[[ SOURCE MATERIAL open ]]

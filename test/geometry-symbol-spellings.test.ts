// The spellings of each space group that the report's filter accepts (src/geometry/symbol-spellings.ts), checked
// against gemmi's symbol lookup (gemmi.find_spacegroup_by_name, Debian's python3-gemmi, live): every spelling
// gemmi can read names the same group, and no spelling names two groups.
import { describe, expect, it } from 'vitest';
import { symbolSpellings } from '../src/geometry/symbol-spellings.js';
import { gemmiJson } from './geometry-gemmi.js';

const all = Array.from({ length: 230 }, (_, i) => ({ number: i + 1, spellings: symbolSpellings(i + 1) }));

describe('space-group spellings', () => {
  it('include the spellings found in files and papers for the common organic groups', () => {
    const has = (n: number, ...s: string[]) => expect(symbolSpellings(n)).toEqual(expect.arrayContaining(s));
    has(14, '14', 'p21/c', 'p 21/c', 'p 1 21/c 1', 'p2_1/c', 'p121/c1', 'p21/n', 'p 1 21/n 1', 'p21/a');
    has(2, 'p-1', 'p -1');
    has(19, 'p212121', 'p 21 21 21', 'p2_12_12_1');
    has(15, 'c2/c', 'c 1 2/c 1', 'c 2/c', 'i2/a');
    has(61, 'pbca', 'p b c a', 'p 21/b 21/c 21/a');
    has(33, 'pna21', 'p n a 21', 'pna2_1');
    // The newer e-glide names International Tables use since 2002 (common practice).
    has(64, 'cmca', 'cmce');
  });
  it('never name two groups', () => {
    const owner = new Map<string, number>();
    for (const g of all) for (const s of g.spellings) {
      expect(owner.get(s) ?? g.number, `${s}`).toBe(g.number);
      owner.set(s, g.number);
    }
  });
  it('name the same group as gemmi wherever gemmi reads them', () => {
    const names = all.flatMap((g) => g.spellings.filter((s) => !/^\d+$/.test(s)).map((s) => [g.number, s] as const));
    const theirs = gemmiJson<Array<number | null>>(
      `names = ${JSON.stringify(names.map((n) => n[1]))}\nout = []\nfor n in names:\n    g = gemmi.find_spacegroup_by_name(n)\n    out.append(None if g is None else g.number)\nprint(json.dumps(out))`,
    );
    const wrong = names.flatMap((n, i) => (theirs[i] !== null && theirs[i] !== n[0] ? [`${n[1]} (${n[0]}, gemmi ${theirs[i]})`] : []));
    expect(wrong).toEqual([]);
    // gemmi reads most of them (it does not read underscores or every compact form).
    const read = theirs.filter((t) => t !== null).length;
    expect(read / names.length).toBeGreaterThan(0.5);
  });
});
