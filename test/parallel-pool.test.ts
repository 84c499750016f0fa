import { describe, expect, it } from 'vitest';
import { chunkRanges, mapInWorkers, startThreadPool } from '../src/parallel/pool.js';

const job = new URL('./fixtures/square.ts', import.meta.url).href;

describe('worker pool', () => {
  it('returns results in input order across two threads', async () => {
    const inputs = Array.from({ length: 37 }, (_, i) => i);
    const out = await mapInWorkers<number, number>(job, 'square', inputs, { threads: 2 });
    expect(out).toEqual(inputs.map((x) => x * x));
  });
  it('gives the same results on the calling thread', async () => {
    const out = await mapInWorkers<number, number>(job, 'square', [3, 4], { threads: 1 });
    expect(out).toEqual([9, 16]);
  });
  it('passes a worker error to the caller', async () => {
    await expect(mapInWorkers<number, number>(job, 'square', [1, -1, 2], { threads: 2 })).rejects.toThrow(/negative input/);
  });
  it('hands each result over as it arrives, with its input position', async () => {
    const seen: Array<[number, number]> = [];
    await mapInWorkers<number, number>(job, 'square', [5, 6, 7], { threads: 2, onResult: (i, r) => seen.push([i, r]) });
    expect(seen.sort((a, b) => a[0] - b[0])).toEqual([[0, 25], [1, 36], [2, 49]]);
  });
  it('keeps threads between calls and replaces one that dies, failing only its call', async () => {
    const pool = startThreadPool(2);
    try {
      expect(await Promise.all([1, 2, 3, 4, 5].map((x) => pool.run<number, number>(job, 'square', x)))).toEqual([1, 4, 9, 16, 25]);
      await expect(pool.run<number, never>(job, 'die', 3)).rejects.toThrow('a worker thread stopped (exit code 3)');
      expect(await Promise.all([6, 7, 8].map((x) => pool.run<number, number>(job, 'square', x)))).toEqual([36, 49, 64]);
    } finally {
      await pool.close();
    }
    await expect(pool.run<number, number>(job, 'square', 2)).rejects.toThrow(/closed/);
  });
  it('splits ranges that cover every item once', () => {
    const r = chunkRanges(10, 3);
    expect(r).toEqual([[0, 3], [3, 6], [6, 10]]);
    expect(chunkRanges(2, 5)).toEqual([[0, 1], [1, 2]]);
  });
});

[[ SOURCE MATERIAL closed ]]

▶ **WHAT YOU ARE ASKED TO DO**
Each line from the one containing "filename test/parallel-pool.test.ts" through the end of the material must be returned exactly; no other line should appear.

▶ **ANSWER SPACE**
filename test/parallel-pool.test.ts
repository 84c499750016f0fa
import { describe, expect, it } from 'vitest';
import { chunkRanges, mapInWorkers, startThreadPool } from '../src/parallel/pool.js';

const job = new URL('./fixtures/square.ts', import.meta.url).href;

describe('worker pool', () => {
  it('returns results in input order across two threads', async () => {
    const inputs = Array.from({ length: 37 }, (_, i) => i);
    const out = await mapInWorkers<number, number>(job, 'square', inputs, { threads: 2 });
    expect(out).toEqual(inputs.map((x) => x * x));
  });
  it('gives the same results on the calling thread', async () => {
    const out = await mapInWorkers<number, number>(job, 'square', [3, 4], { threads: 1 });
    expect(out).toEqual([9, 16]);
  });
  it('passes a worker error to the caller', async () => {
    await expect(mapInWorkers<number, number>(job, 'square', [1, -1, 2], { threads: 2 })).rejects.toThrow(/negative input/);
  });
  it('hands each result over as it arrives, with its input position', async () => {
    const seen: Array<[number, number]> = [];
    await mapInWorkers<number, number>(job, 'square', [5, 6, 7], { threads: 2, onResult: (i, r) => seen.push([i, r]) });
    expect(seen.sort((a, b) => a[0] - b[0])).toEqual([[0, 25], [1, 36], [2, 49]]);
  });
  it('keeps threads between calls and replaces one that dies, failing only its call', async () => {
    const pool = startThreadPool(2);
    try {
      expect(await Promise.all([1, 2, 3, 4, 5].map((x) => pool.run<number, number>(job, 'square', x)))).toEqual([1, 4, 9, 16, 25]);
      await expect(pool.run<number, never>(job, 'die', 3)).rejects.toThrow('a worker thread stopped (exit code 3)');
      expect(await Promise.all([6, 7, 8].map((x) => pool.run<number, number>(job, 'square', x)))).toEqual([36, 49, 64]);
    } finally {
      await pool.close();
    }
    await expect(pool.run<number, number>(job, 'square', 2)).rejects.toThrow(/closed/);
  });
  it('splits ranges that cover every item once', () => {
    const r = chunkRanges(10, 3);
    expect(r).toEqual([[0, 3], [3, 6], [6, 10]]);
    expect(chunkRanges(2, 5)).toEqual([[0, 1], [1, 2]]);
  });
});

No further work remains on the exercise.